Monday, July 26, 2010

Observations from the Front Porch


I sat on the front porch rail listening to Ken and Daniel strum their guitars. We waved periodically as people we knew walked past the cabin on their way back to their cabin or to the cafeteria. Occasionally someone would stop and talk for awhile, but often they just waved and went on their way.
Ken’s daughter Jennifer sat next to us weaving pine needles into a decorative garland that would have been at home on any Appalachian front porch.
Only…
We weren’t in the Appalachians. We were sitting on the front porch of the Nurse’s cabin at summer camp in Pine Summit Church Camp, Prescott, Arizona. Ken and Nancy, volunteers from our church, were the camp nurses. Daniel and his wife were also volunteers, leading praise music during sessions.

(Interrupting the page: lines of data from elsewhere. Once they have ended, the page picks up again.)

-- 8. Masks, apertures and pulses placed at lab coordinates act on the falling
-- cloud where it is: a moved wave and an unmoved copy of the same cloud
-- centred at the lab origin lose the same probability (translation
-- invariance, common practice), and the lens and grating act as their
-- definitions say at lab positions.
do
  local g = pf.grid{points = 512, span = 60e-6}
  local sigma, t, a = 2e-6, 3e-3, -9.80665
  local function fallen() local w = packet(g, 0, 0, sigma); w:fly(t, {acceleration = a}); return w end
  local function still() local w = packet(g, 0, 0, sigma); w:fly(t); return w end
  local X = fallen():frame().position[1]
  local V = fallen():frame().velocity[1]
  local _, r1 = fallen():slit{width = 3e-6, center = X + 1e-6}
  local _, r0 = still():slit{width = 3e-6, center = 1e-6}
  check.near(r1, r0, 1e-9, "slit at a lab position on the falling cloud", "translation invariance (common practice)")
  local _, r2 = fallen():slits{count = 2, width = 1e-6, pitch = 4e-6, center = X}
  local _, r3 = still():slits{count = 2, width = 1e-6, pitch = 4e-6, center = 0}
  check.near(r2, r3, 1e-9, "double slit at a lab position", "translation invariance (common practice)")
  local _, r4 = fallen():select_velocity{width = 1e-3, center = V + 2e-4}
  local _, r5 = still():select_velocity{width = 1e-3, center = 2e-4}
  check.near(r4, r5, 1e-9, "velocity selection at a lab velocity", "Galilean invariance (common practice)")
  local _, r6 = fallen():mask_grating{period = 1.3e-6, open_fraction = 0.4, offset = X + 0.2e-6}
  local _, r7 = still():mask_grating{period = 1.3e-6, open_fraction = 0.4, offset = 0.2e-6}
  check.near(r6, r7, 1e-6, "mask grating at a lab offset", "translation invariance (common practice)")
  -- 2D aperture
  local g2 = pf.grid{points = {64, 64}, span = {40e-6, 40e-6}}
  local function fallen2()
    local w = pf.gaussian(g2, {mass = m, width = 3e-6}); w:fly(t, {acceleration = {0, a}}); return w
  end
  local w2 = fallen2()
  local Y = w2:frame().position[2]
  local _, r8 = w2:aperture{shape = "circle", radius = 4e-6, center = {1e-6, Y}}
  local s2 = pf.gaussian(g2, {mass = m, width = 3e-6}); s2:fly(t)
  local _, r9 = s2:aperture{shape = "circle", radius = 4e-6, center = {1e-6, 0}}
  check.near(r8, r9, 1e-9, "circular aperture at a lab position", "translation invariance (common practice)")
  -- lens at lab position c: a classical particle at x leaves with velocity
  -- -(x - c)/f (thin lens; common practice), so <v> changes by -(<x> - c)/f
  local wl = fallen()
  local v0, x0 = wl:velocity_mean(), wl:position_mean()
  local c, f = X + 5e-6, 2e-3
  wl:lens(f, {center = c})
  check.near(wl:velocity_mean() - v0, -(x0 - c) / f, 1e-9, "lens at a lab centre kicks by -(<x> - c)/f",
    "thin lens (common practice)")
  check.near(wl:position_mean(), x0, 1e-12, "the lens leaves positions", "thin lens (common practice)")
  -- grating: psi_lab gains exp(i depth cos(2 pi x / period + phase)) at lab x
  local wg = fallen()
  local i = 260
  local z0, x = wg:psi(i), wg:x_axis(1)[i]
  local depth, period, ph = 0.7, 1.7e-6, 0.3
  wg:grating{depth = depth, period = period, phase = ph}
  local want = z0 * pf.cexp(pf.complex(0, depth * math.cos(2 * math.pi * x / period + ph)))
  check.close((wg:psi(i) - want):abs() / z0:abs(), 0, 1e-9, "grating phase at the lab position",
    "definition of a thin phase grating (common practice)")
end
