/* pf.momentum_orders(grid, {envelope fields as pf.gaussian,
 *     step_momentum=|step_wavenumber=|step_velocity=,
 *     orders = {{n=, amplitude=1, phase=0}, ...}}) */
static int l_momentum_orders(lua_State *L)
{
    static const char *const steps[] = {"step_momentum", "step_wavenumber", "step_velocity", NULL};
    builder b = begin_build(L, &ORDERS_OPTIONS, "momentum_orders");
    pf_gaussian_spec spec;
    read_envelope(L, &b, &spec);
    int which = choose(L, 2, b.name, steps, 1);
    double step[PF_MAX_DIM];
    if (b.dim > 1 && pfl_option_get(L, 2, steps[which]) == LUA_TNUMBER)
        return luaL_error(L, "%s: on a %dD grid field '%s' must be a vector of %d numbers (the kick direction)",
                          b.name, b.dim, steps[which], b.dim);
    if (b.dim > 1) lua_pop(L, 1);
    read_vector(L, 2, b.name, steps[which], b.dim, step, 0);
    double f = which == 0 ? 1.0 / PF_HBAR : which == 1 ? 1.0 : b.mass / PF_HBAR;
    for (int a = 0; a < b.dim; a++) step[a] *= f;
    if (pfl_option_get(L, 2, "orders") != LUA_TTABLE) return luaL_error(L, "%s: field 'orders' must be a table of orders", b.name);
    lua_Integer count = luaL_len(L, -1);
    if (count < 1 || count > 100000) return luaL_error(L, "%s: field 'orders' must list 1..100000 orders, got %d", b.name, (int)count);
    pf_order *orders = lua_newuserdatauv(L, (size_t)count * sizeof *orders, 0); /* freed by Lua on error */
    int list = lua_absindex(L, -2);
    for (lua_Integer i = 1; i <= count; i++) {
        char buf[80];
        if (lua_geti(L, list, i) != LUA_TTABLE)
            return luaL_error(L, "%s: orders entry %d must be a table {n=, amplitude=, phase=}", b.name, (int)i);
        int e = lua_gettop(L);
        pfl_options_check(L, e, &ORDER_OPTIONS);
        int ok;
        pfl_option_get(L, e, "n");
        lua_Integer n = pfl_tointegerx(L, -1, &ok);
        if (!ok) return luaL_error(L, "%s: orders entry %d needs an integer 'n', got %s", b.name, (int)i, pfl_describe(L, -1, buf, sizeof buf));
        lua_pop(L, 1);
        double complex amp = 1.0;
        if (pfl_option_get(L, e, "amplitude") != LUA_TNIL && (!pfl_to_complex(L, -1, &amp) || !isfinite(creal(amp)) || !isfinite(cimag(amp))))
            return luaL_error(L, "%s: orders entry %d: 'amplitude' must be a finite number or complex, got %s", b.name,
                              (int)i, pfl_describe(L, -1, buf, sizeof buf));
        lua_pop(L, 1);
        double phase = 0;
        if (pfl_option_get(L, e, "phase") != LUA_TNIL) {
            phase = lua_tonumber(L, -1);
            if (lua_type(L, -1) != LUA_TNUMBER || !isfinite(phase))
                return luaL_error(L, "%s: orders entry %d: 'phase' must be a finite number (rad), got %s", b.name,
                                  (int)i, pfl_describe(L, -1, buf, sizeof buf));
        }
        lua_pop(L, 2);
        if (n < -100000 || n > 100000) return luaL_error(L, "%s: orders entry %d: 'n' must be within +-100000, got %d", b.name, (int)i, (int)n);
        orders[i - 1].n = (int)n;
        orders[i - 1].amplitude = amp * cexp(I * phase);
    }
    int normalize;
    pf_wave *w = new_state(L, &b, &normalize);
    pfl_check(L, pf_build_orders(w, &spec, step, orders, (size_t)count, normalize), b.name);
    return 1;
}
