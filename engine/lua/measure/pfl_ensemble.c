/* pfl_ensemble.c - ensembles (incoherent mixtures) as Lua userdata:
 * pf.mixture, pf.thermal, member access, mixture observables, and the
 * forwarding that lets any wave-function step act on every member.
 *
 * The userdata keeps its members (wave userdata) and weights in two Lua
 * tables held as user values, so Lua's collector owns the members and an
 * error in the middle of a call never leaks them. */
#include <math.h>
#include <stdio.h>
#include <stdlib.h>
#include <string.h>
#include "pf_build.h"
#include "pf_constants.h"
#include "pf_dist.h"
#include "pf_dist_measure.h"
#include "pf_frame.h"
#include "pf_observe.h"
#include "pfl_measure.h"
#include "pfl_options.h"

static const pfl_options_decl THERMAL_OPTIONS = {
    "pf.thermal", (const char *const[]){"grid", "mass", "omega", "frequency", "temperature", "center", "drift", "method", "nodes",
                                        "samples", "seed", "generator", "tolerance", NULL}};

typedef struct { int open; } pfl_ensemble_box;

static pfl_ensemble_box *check_ens(lua_State *L, int arg)
{
    pfl_ensemble_box *b = luaL_checkudata(L, arg, PFL_ENSEMBLE_TYPE);
    if (!b->open) luaL_argerror(L, arg, "ensemble is closed");
    return b;
}

static lua_Integer ens_count(lua_State *L, int arg)
{
    lua_getiuservalue(L, arg, 1);
    lua_Integer n = luaL_len(L, -1);
    lua_pop(L, 1);
    return n;
}

/* Pushes a new ensemble from the members table (index mt) and weights table
 * (index wt); weights are normalised to sum 1. */
static void push_ensemble(lua_State *L, int mt, int wt)
{
    mt = lua_absindex(L, mt);
    wt = lua_absindex(L, wt);
    lua_Integer n = luaL_len(L, wt);
    double sum = 0;
    for (lua_Integer i = 1; i <= n; i++) {
        lua_geti(L, wt, i);
        sum += lua_tonumber(L, -1);
        lua_pop(L, 1);
    }
    if (!(sum > 0)) luaL_error(L, "ensemble weights must have a positive sum");
    for (lua_Integer i = 1; i <= n; i++) {
        lua_geti(L, wt, i);
        double v = lua_tonumber(L, -1) / sum;
        lua_pop(L, 1);
        lua_pushnumber(L, v);
        lua_seti(L, wt, i);
    }
    pfl_ensemble_box *b = lua_newuserdatauv(L, sizeof *b, 2);
    b->open = 1;
    luaL_setmetatable(L, PFL_ENSEMBLE_TYPE);
    lua_pushvalue(L, mt);
    lua_setiuservalue(L, -2, 1);
    lua_pushvalue(L, wt);
    lua_setiuservalue(L, -2, 2);
}

void pfl_check_source(lua_State *L, int arg, pfl_source *src)
{
    arg = lua_absindex(L, arg);
    memset(src, 0, sizeof *src);
    src->unit_weight = 1.0;
    if (luaL_testudata(L, arg, PFL_WAVE_TYPE)) {
        src->single = pfl_check_wave(L, arg);
        src->mix.count = 1;
        src->mix.members = &src->single;
        src->mix.weights = &src->unit_weight;
        lua_pushnil(L);
        return;
    }
    if (!luaL_testudata(L, arg, PFL_ENSEMBLE_TYPE))
        luaL_typeerror(L, arg, "wave function or ensemble");
    check_ens(L, arg);
    lua_Integer n = ens_count(L, arg);
    if (n < 1) luaL_argerror(L, arg, "ensemble has no members");
    size_t bytes = (size_t)n * (sizeof(pf_wave *) + sizeof(double));
    char *buf = lua_newuserdatauv(L, bytes, 0);
    pf_wave **m = (pf_wave **)(void *)buf;
    double *w = (double *)(void *)(buf + (size_t)n * sizeof(pf_wave *));
    lua_getiuservalue(L, arg, 1);
    lua_getiuservalue(L, arg, 2);
    for (lua_Integer i = 1; i <= n; i++) {
        lua_geti(L, -2, i);
        m[i - 1] = pfl_check_wave(L, -1);
        lua_pop(L, 1);
        lua_geti(L, -1, i);
        w[i - 1] = lua_tonumber(L, -1);
        lua_pop(L, 1);
    }
    lua_pop(L, 2);
    src->is_ensemble = 1;
    src->mix.count = (size_t)n;
    src->mix.members = m;
    src->mix.weights = w;
}

void pfl_measurement_begin(lua_State *L, int opts_arg, const pfl_options_decl *decl, unsigned flags,
                           pfl_measurement *m)
{
    if (flags & PFL_OPTIONS_REQUIRED) {
        pfl_options_check(L, opts_arg, decl);
        m->opts = lua_absindex(L, opts_arg);
    } else {
        m->opts = pfl_options_opt(L, opts_arg, decl);
    }
    pfl_check_source(L, 1, &m->src);
    m->grid = pfl_source_grid(&m->src);
    m->dim = pf_grid_dim(m->grid);
    m->axis = flags & PFL_ALONG_AXIS ? pfl_opt_axis(L, m->opts, "axis", m->dim, 1) - 1 : -1;
}

pf_grid *pfl_source_grid(const pfl_source *src) { return pf_wave_grid(src->mix.members[0]); }
double pfl_source_mass(const pfl_source *src) { return pf_wave_mass(src->mix.members[0]); }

And, the people walking by weren’t just our neighbors, they were the volunteers and youth at the church camp.
I had just spent a week in Durango, Colorado with a bunch of high school kids, living together in college dorms for the High School summer camp and now I was in Prescott with a hundred elementary and Junior High kids for their camps.
Spending a week with your fellow Christians at a church camp can be an amazing experience, not because of the highs of worship or excitement of rock walls and other adventure experiences, but because of the mundane things that we often miss in our frenzied life back home.
Traveling together, living in close quarters, and experiencing community on a small scale is powerful, in a way that you cannot understand until you have lived it.
There is something healthy about watching the senior pastor cross the hall with his towel and shower shoes, a days scruffy growth on his face and sleep in his eyes. It may not be pretty, but it makes him seem more human and definitely decreases the hero-worship factor that some try to cultivate.
Or, walking together down to the cafeteria to pray as a group and then going in to see what culinary surprises were in store today. Those short conversations on the road are the start of long friendships. At their camp, our high school group even visited the grocery store and then came back to their cabin to prepare a huge feast together where everyone did their part; there was more food than an army could eat. That shared meal together was a lifetime investment in just a few hours.
This sort of rubbing up against each other, living life in close proximity, is missing from our world and from our churches, especially in big cities. It is just this sort of shared life and transparency that leads to healthy relationships and personal growth. It’s harder to hide behind a mask when you sleep in the room next door to each other. It’s harder to pretend to be better than someone else when you just flushed the toilet two stalls down from them. Interpersonal skills, sharing, and forgiveness are all tested when you travel crammed together for days in a van. Mistakes are made, drama occurs, tears are shed, and yet, they are all dealt with and we grow…because, in close proximity, we have to. You don't get to run away and spread your drama on Facebook. You get to grow together here and now.
Shared jokes, small conversations, meals together, and late nights on the front porch together build strong communities. It’s just too bad that more people don’t experience this. Perhaps we need church camp for adults.